━━━━━ The data

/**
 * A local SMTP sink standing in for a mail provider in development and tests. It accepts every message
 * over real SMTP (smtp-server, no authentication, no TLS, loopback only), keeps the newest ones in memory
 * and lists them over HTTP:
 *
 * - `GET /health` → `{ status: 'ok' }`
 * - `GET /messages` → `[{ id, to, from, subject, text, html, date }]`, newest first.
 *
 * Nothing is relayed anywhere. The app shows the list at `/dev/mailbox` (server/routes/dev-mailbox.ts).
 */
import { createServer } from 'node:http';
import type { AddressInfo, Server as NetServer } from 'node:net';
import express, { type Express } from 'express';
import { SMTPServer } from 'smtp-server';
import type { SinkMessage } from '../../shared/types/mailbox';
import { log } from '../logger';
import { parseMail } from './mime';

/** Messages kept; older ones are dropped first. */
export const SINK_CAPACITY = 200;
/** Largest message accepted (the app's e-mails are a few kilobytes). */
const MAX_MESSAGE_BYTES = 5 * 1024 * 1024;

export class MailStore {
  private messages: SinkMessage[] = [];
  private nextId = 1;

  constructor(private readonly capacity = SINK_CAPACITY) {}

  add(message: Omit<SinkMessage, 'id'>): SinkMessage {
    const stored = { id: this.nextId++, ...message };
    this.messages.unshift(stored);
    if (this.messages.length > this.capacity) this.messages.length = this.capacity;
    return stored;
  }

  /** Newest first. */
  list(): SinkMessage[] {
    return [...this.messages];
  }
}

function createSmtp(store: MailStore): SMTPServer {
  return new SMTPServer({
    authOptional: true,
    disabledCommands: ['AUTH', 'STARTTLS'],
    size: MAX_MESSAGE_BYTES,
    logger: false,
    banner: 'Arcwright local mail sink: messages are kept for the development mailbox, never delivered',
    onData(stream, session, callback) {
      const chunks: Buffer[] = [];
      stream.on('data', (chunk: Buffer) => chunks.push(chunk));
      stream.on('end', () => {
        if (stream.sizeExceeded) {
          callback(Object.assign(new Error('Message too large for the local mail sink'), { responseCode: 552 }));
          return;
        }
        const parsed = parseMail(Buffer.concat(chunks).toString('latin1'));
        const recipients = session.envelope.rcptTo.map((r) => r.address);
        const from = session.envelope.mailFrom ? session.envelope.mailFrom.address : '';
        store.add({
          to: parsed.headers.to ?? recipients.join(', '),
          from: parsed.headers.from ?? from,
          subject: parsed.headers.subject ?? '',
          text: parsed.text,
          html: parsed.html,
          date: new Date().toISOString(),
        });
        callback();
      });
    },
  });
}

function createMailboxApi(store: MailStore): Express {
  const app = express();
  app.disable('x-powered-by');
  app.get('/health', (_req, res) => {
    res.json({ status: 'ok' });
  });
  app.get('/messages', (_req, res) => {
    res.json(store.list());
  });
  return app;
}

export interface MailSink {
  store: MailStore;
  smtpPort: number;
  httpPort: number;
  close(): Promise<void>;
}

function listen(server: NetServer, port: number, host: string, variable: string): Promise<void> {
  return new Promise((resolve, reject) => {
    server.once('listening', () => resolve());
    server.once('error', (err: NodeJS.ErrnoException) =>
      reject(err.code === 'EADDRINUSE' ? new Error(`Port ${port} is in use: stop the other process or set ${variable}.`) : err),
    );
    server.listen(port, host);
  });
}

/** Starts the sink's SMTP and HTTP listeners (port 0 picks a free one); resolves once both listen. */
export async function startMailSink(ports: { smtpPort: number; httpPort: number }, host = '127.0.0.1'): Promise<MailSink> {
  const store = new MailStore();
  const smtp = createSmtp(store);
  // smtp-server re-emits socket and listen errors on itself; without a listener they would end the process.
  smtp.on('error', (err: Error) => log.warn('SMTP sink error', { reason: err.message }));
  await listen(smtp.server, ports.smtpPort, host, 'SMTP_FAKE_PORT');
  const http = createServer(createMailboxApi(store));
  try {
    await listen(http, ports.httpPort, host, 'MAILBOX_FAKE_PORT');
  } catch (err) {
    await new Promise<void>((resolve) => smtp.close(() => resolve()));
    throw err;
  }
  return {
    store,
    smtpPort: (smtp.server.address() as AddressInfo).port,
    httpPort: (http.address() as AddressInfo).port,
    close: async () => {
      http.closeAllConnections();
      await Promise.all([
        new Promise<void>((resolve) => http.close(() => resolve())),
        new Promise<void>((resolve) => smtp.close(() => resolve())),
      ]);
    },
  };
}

━━━━━━━━━━

**Aim of the task:** How many lines in the data above hold the word "smtpPort"? Answer with the number alone.

**Task result:** 4